COUNTY

Outdoor fitness park donated by AARP opens

Dean Olsen
dean.olsen@sj-r.com
A ribbon-cutting ceremony and formal opening of AARP FitLot Fitness Park at Lincoln Park was held Friday. [Dean Olsen/The State Journal-Register]

Barbara Baldon doesn’t stop by Lincoln Park often, but the 69-year-old Springfield resident says an outdoor fitness park that opened Friday will make her a more frequent visitor.

“This is fantastic,” Baldon, a retired Illinois Department of Human Services supervisor and volunteer for AARP Illinois, said as she checked out the all-weather, shaded area in a former grassy field near Lincoln Park Pavilion. “What better place to work out that is in nature.”

Baldon was among 70 people who turned out for a ribbon-cutting ceremony and formal opening of AARP FitLot Fitness Park on Springfield’s north end.

The 1,400-square-foot, $150,000 park — part of 88-acre Lincoln Park in the 1600 block of North Fifth Street — was paid for by AARP Illinois and donated to the Springfield Park District as part of the national AARP’s 60th anniversary celebration.

With 12 strength-building and aerobic exercise stations on a solid, springy and waterproof surface made out of rubber from recycled tires, the park is geared for people 50 and older but can be used for free by people of all ages and is designed to encourage regular exercise.

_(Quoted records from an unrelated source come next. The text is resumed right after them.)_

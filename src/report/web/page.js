/* page.js: crosshair over the curves, and tables that sort. The page can be read without it. */
"use strict";

/* "97.13 nA": as the program writes it. */
function engineering(value, axis) {
    if (value === null || !isFinite(value)) {
        return "-";
    }
    if (!axis.prefix || value === 0) {
        return Number(value.toPrecision(5)) + (axis.unit ? " " + axis.unit : "");
    }
    const letters = ["f", "p", "n", "\u00b5", "m", "", "k", "M", "G", "T"];
    let power = Math.floor(Math.log10(Math.abs(value) * (1 + 1e-12)) / 3);
    power = Math.max(-5, Math.min(4, power));
    return (value / Math.pow(10, 3 * power)).toPrecision(5) + " " + letters[power + 5] + axis.unit;
}

/* Index of the computed point nearest to x. */
function nearest(xs, x) {
    let best = 0;
    for (let k = 1; k < xs.length; k++) {
        if (Math.abs(xs[k] - x) < Math.abs(xs[best] - x)) {
            best = k;
        }
    }
    return best;
}

function make(name, attributes, parent) {
    const node = document.createElementNS("http://www.w3.org/2000/svg", name);
    for (const key in attributes) {
        node.setAttribute(key, attributes[key]);
    }
    parent.appendChild(node);
    return node;
}

/* The crosshair stops at computed points only: what it reads out was solved, not interpolated. */
function prepare_plot(plot) {
    const svg = plot.querySelector("svg");
    const data = JSON.parse(plot.querySelector("script").textContent);
    const readout = plot.querySelector(".readout");
    const g = {};
    for (const key of ["left", "right", "top", "bottom", "xLow", "xHigh", "yLow", "yHigh", "yLinear"]) {
        g[key] = Number(svg.dataset[key]);
    }
    const height = svg.viewBox.baseVal.height;
    const line = make("line", { class: "f-cross", y1: g.top, y2: height - 50, visibility: "hidden" }, svg);
    const dots = data.series.map(() => make("circle", { class: "f-dot", r: 3, visibility: "hidden" }, svg));
    const place_x = (x) => g.left + (x - g.xLow) / (g.xHigh - g.xLow) * (g.right - g.left);
    const even = (y) => (g.yLinear > 0 ? Math.asinh(0.5 * y / g.yLinear) : y);
    const place_y = (y) => g.bottom + (even(y) - even(g.yLow)) / (even(g.yHigh) - even(g.yLow)) * (g.top - g.bottom);
    const guide = data.bars ? data.series[0]
        : data.series.reduce((a, b) => (b.x.length > a.x.length ? b : a));
    let at = nearest(guide.x, (g.xLow + g.xHigh) / 2);

    function show(x) {
        line.setAttribute("x1", place_x(x));
        line.setAttribute("x2", place_x(x));
        line.setAttribute("visibility", "visible");
        const parts = data.series.map((series, s) => {
            const k = nearest(series.x, x);
            const has = series.y[k] !== null;
            dots[s].setAttribute("visibility", has ? "visible" : "hidden");
            if (has) {
                dots[s].setAttribute("cx", place_x(series.x[k]));
                dots[s].setAttribute("cy", place_y(series.y[k]));
            }
            const name = data.series.length > 1 ? series.name + " " : "";
            const own = data.series.length > 1 && series.x[k] !== x
                ? " at " + engineering(series.x[k], data.x) : "";
            return name + engineering(series.y[k], data.y) + own;
        });
        readout.textContent = data.x.name + " " + engineering(x, data.x) + ": " + parts.join(", ");
        /* the same in full, for whoever wants to copy it */
        readout.dataset.points = JSON.stringify(data.series.map((series) => {
            const k = nearest(series.x, x);
            return [series.x[k], series.y[k]];
        }));
    }
    function show_index(k) {
        at = Math.max(0, Math.min(guide.x.length - 1, k));
        show(guide.x[at]);
    }
    svg.addEventListener("pointermove", (event) => {
        const box = svg.getBoundingClientRect();
        const px = (event.clientX - box.left) * svg.viewBox.baseVal.width / box.width;
        if (px >= g.left - 5 && px <= g.right + 5) {
            show_index(nearest(guide.x, g.xLow + (px - g.left) / (g.right - g.left) * (g.xHigh - g.xLow)));
        }
    });
    plot.addEventListener("keydown", (event) => {
        const pace = event.shiftKey ? 10 : 1;
        const moves = { ArrowLeft: at - pace, ArrowRight: at + pace, Home: 0, End: guide.x.length - 1 };
        if (event.key in moves) {
            event.preventDefault();
            show_index(moves[event.key]);
        }
    });
    plot.addEventListener("focus", () => show_index(at));
}

/* Numbers by value, empty cells last, everything else by its text. */
function sort_table(table, column, direction) {
    const body = table.tBodies[0];
    const key = (row) => {
        const cell = row.cells[column];
        return cell.dataset.value !== undefined ? Number(cell.dataset.value) : cell.textContent.trim();
    };
    const rows = Array.from(body.rows).sort((a, b) => {
        const x = key(a), y = key(b);
        if ((x === "") !== (y === "")) {
            return x === "" ? 1 : -1;
        }
        const order = typeof x === "number" && typeof y === "number" ? x - y
            : String(x).localeCompare(String(y), undefined, { numeric: true });
        return direction * order;
    });
    rows.forEach((row) => body.appendChild(row));
}

function prepare_table(table) {
    Array.from(table.tHead.rows[0].cells).forEach((head, column) => {
        const button = head.querySelector("button");
        if (!button) {
            return;
        }
        button.addEventListener("click", () => {
            const direction = head.getAttribute("aria-sort") === "ascending" ? -1 : 1;
            for (const other of table.tHead.rows[0].cells) {
                other.removeAttribute("aria-sort");
            }
            head.setAttribute("aria-sort", direction > 0 ? "ascending" : "descending");
            sort_table(table, column, direction);
        });
    });
}

document.querySelectorAll(".plot").forEach(prepare_plot);
document.querySelectorAll("table.sorts").forEach(prepare_table);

AARP is working with FitLot, a New Orleans-based not-for-profit organization to design and arrange for construction of similar open-air parks in every state over the next several years, according to Ryan Gruenenfelder, director of advocacy and outreach for AARP Illinois.

The Lincoln Park facility is the seventh such park to open in the United States and the only one planned for Illinois, AARP officials said.

Springfield was chosen to get one of the parks because the city already is a “community of presence” for AARP Illinois and the site of more than 100 AARP events each year, Gruenenfelder said.

“These parks represent our commitment to create livable communities,” said Gruenenfelder, a Springfield resident.

Leslie Sgro, president of the Springfield Park District board, said she was thrilled that AARP wanted to build a fitness park in Springfield.

The park district has one other outdoor fitness area, at Douglas Park near Senior Services of Central Illinois, that opened six years ago. That $40,000 fitness park was funded by the King’s Daughters organization and has seven work stations, but the exercises are more basic, Sgro said.

The facility at Lincoln Park “is much more like what you would see inside a gym,” she said.

“It’s a marvelous addition to the community and to the north end,” Sgro said.

The park district will offer free exercise classes that will incorporate the fitness center, park district executive director Derek Harms said. The classes, which aren’t ready to be announced yet, could begin within a month, he said.

Harms said the fitness center will be open the same hours as Lincoln Park — dawn to 10:30 p.m. every day.

Jack Handy, 67, president of the Springfield Pickleball Club and a member of the board for Illinois Senior Olympics, said the fitness center will be “a very great thing for our community.”

He equated the fitness stations to the former Universal equipment that used to be common in gyms and now are prevalent under different brand names in health clubs.

Some of the stations at Lincoln Park use a person’s body weight, such as bars for pull-ups and dips, while other stations, such as rustproof elliptical and stair-stepper machines, can provide an aerobic workout and be part of circuit-training routines, FitLot executive director Adam Mejerson said.

The stations also include a hand cycle and a sitting bench with adjustable resistance. There’s open floor space, too, and places to attach elastic resistance bands.

The Landscape Structures Inc. equipment and the rubberized surface are expected to last 15 to 20 years, Mejerson said.

“You have a nice, welcoming space that is inviting,” he said.

Mejerson said FitLot was founded in 2012 as a way of “repurposing underutilized urban spaces” with weather-resistant exercise equipment that can improve the quality of life.

Baldon, the AARP volunteer, said her own exercise program has been “hit and miss,” but the new fitness center could help her get on track. After trying out some of the exercise stations, she concluded that she needs to improve her arm strength.

She was surprised that the fitness stations include QR codes that can be scanned with a smartphone and lead to online instructional videos.

She liked the fact that there were trees nearby to provide shade and restrooms a few steps away in the pavilion. She said the fitness center is at the top of a hill in a highly visible location that made her feel safe.

“I’m excited that it’s outdoors so I can commune with nature while I’m exercising,” Baldon said.